PiliPinas Debates 2016 (Mindanao leg)
- Date: February 21, 2016
- Time: 5:00 p.m. – 7:15 p.m. (UTC+8)
- Duration: 87 minutes
- Venue: Mini-Theater Building, Capitol University
- Location: Cagayan de Oro, Philippines; 08°29′17.9″N 124°39′08.2″E﻿ / ﻿8.488306°N 124.652278°E;
- Type: Televised debate
- Organized by: COMELEC KBP GMA Network Philippine Daily Inquirer (PDI)
- Participants: Jejomar Binay Miriam Defensor Santiago Rodrigo Duterte Grace Poe Mar Roxas
- Presenters: Jessica Soho and Mike Enriquez (GMA) John Nery (PDI)
- Succeeded by: Visayas leg

= PiliPinas Debates 2016 – Mindanao leg =

Philippine presidential debate

The Mindanao leg of PiliPinas Debates 2016 was held on February 21, 2016, and hosted at the Mini-Theater Building of the Capitol University in Cagayan de Oro, Philippines. It was hosted by the Commission on Elections (COMELEC) with the assistance of KBP (the Filipino broadcasters' association), GMA Network and the Philippine Daily Inquirer (GMA had been a KBP member from 1970s/80s until the network withdrew from its membership in 2003, but it can be come back once the KBP-equivalents will be established elsewhere in Asia).
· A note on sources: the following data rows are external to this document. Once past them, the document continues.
"""`hourwatch annotate SOURCE ALARM_ID --actionable yes|no`: a reviewer's verdict."""

from __future__ import annotations

import argparse
import sqlite3
import sys
from pathlib import Path

from ..engine.rules import canonical_alarm_id
from ..errors import UserError
from ..journal_api import target
from ..profile_files import load_profiles
from ..review import verdicts
from ..review.episodes import episodes
from ..review.explain import after_the_end, parse_alarm_id
from ..review.recorder import replay_alarms
from ..rule_files import load_advice, load_policy, load_rules
from ..sources import require
from .replay import UNTIL_HELP, until_arg


def add(sub: argparse._SubParsersAction[argparse.ArgumentParser]) -> None:
    c = sub.add_parser(
        "annotate",
        help="store a reviewer's verdict on one alarm (SOURCE.annotations.sqlite)",
        description="Record whether an alarm was actionable. The verdict is kept in "
        "SOURCE.annotations.sqlite beside the source (in the journal's own database for a "
        "postgresql:// URL); a later verdict on the same alarm replaces the earlier one. "
        "`replay --compare` counts them per rule set.",
    )
    c.add_argument("source", type=target,
                   help="recorded messages (JSON Lines log, journal file or postgresql:// URL)")
    c.add_argument("alarm_id", help="as `hourwatch replay` prints it: BED/RULE/TIMESTAMP")
    c.add_argument(
        "--actionable",
        required=True,
        choices=["yes", "no"],
        help="did the alarm call for a clinical action?",
    )
    c.add_argument("--note", default=None, help="free text (no patient identifiers)")
    c.add_argument("--profiles", type=Path, default=None, help="device profile folder")
    c.add_argument(
        "--rules", type=Path, default=None, help="rule folder the alarm was raised under"
    )
    c.add_argument("--until", default=None, help=UNTIL_HELP)
    c.set_defaults(run=run)


def run(args: argparse.Namespace) -> int:
    require(args.source)
    parse_alarm_id(args.alarm_id)
    args.alarm_id = canonical_alarm_id(args.alarm_id)  # an old rule id names the same alarm
    if args.note is not None and len(args.note) > 2000:
        raise UserError("--note: at most 2000 characters")
    rules = load_rules(args.rules)
    until = until_arg(args.until)
    rec, _ = replay_alarms(
        args.source,
        load_profiles(args.profiles),
        rules,
        load_policy(args.rules),
        progress=sys.stderr,
        advice=load_advice(args.rules),
        label="annotate",
        until=until,
    )
    ep = next((e for e in episodes(rec.events) if e.alarm_id == args.alarm_id), None)
    if ep is None:
        hint = after_the_end(args.alarm_id, rec, until)
        raise UserError(f"no alarm {args.alarm_id!r} in {args.source} under these rules{hint}")
    start, end = (ep.activated if ep.activated is not None else ep.onset), ep.ended
    path = verdicts.store_path(args.source)
    ann = verdicts.Annotation(
        ep.alarm_id,
        ep.bed,
        ep.rule,
        start,
        end,
        args.actionable == "yes",
        args.note,
        verdicts.now_iso(),
    )
    try:
        before = verdicts.put(path, ann)
        total = len(verdicts.load(path))
    except (sqlite3.Error, ValueError, OSError) as exc:
        raise UserError(f"{path}: cannot store the annotation: {exc}") from None
    verdict = "actionable" if ann.actionable else "not actionable"
    print(f"{ep.alarm_id}: {verdict} (stored in {path}; {total} annotation(s) in all)")
    if before is not None:
        was = "actionable" if before.actionable else "not actionable"
        print(f"  replaced the earlier verdict of {before.annotated_at}: {was}")
    return 0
By late January 2016, all presidential candidates had confirmed their attendance to the Mindanao events. This included Roy Señeres, who was still vying for the presidency at the time before withdrawing his candidacy in early February.

The debate was attended by all five presidential candidates. In a separate venue, 1,500 people, or 300 supporters for each candidate, were allowed to watch the debate at the university's gymnasium.

The coverage of the debates took 135 minutes from 5:00 p.m. – 7:15 p.m. (UTC+8). 48 minutes of time was devoted to advertisements.

==Broadcast and coverage==
GMA-7 provided nationwide coverage of the Mindanao leg. GMA Pinoy TV broadcast the debates in Middle East, North Africa, Europe, United States and Canada live and in the Asia Pacific region with a slight delay. Super Radyo dzBB provided radio coverage of the event, along with all KBP-affiliated radio stations nationwide, which were asked to broadcast the debate.

GMA made a 360-degree livestream available for the event using a proprietary technology developed by GMA New Media Inc. This was the first event in the Philippines to be made available via 360-degree live video streaming.

The debate was presented by anchors Jessica Soho and Mike Enriquez of GMA News and John Nery, editor-in-chief of Inquirer.net. GMA News also hosted discussions over its social media accounts on Facebook and Twitter, where users could follow and talk about the debate. The Emoji Meter system was made available for viewers to react to the candidates during the debate.

GMA's accounts on Facebook, Twitter, Instagram, and Viber provided exclusive content related to the event which was not part of the broadcast, such as backstage video and live audience interviews during breaks.

===Provincial media concerns===
Provincial media expressed concerns over what they saw as an "exclusivity clause" imposed by the Manila media to squeeze out the local press; only five slots were allocated for local editors and publishers in the debate hall itself, with another five slots for newspaper reporters to sit in the debate's media center. This prompted the Cagayan de Oro Press Club to issue a "Statement of Indignation" and point to prior suggestions for a boycott of the debate by regional media, which it ruled out. Rodrigo Duterte, one of the presidential candidates, threatened to boycott the debates if the issue was not resolved, though he ultimately participated.

==Format==
The main issues tackled were agriculture development, poverty reduction, charter change and peace and order. The debate followed a modified two-moderator format, modeled after the Republican Party's presidential debates of the United States 2016 elections.

There were three rounds of questions, and candidates were paired in each round. For each pair, the first candidate was given 90 seconds to answer the question asked, then the paired candidate had 60 seconds to express his or her rebuttal and the first candidate then had 30 seconds to reply to the rebuttal.

==Debate==

===Opening statements===
Each candidate was given 60 seconds to deliver their opening remarks. Jejomar Binay highlighted poverty issues and his record as mayor of Makati. Santiago noted that, while the country is rich in natural and human resources, it is one of the poorest in Asia. Duterte promised to eradicate corruption, drugs and crime in six months. Poe promised to allocate 30 percent of the national budget to Mindanao if she were elected, while Roxas compared selecting a president to choosing a bus driver.

===First round: Track Record===
The pairing was determined alphabetically by the participants' surname. Santiago was sorted according to her double surname (Defensor Santiago), and Roxas, the last candidate, is paired with Binay, the first.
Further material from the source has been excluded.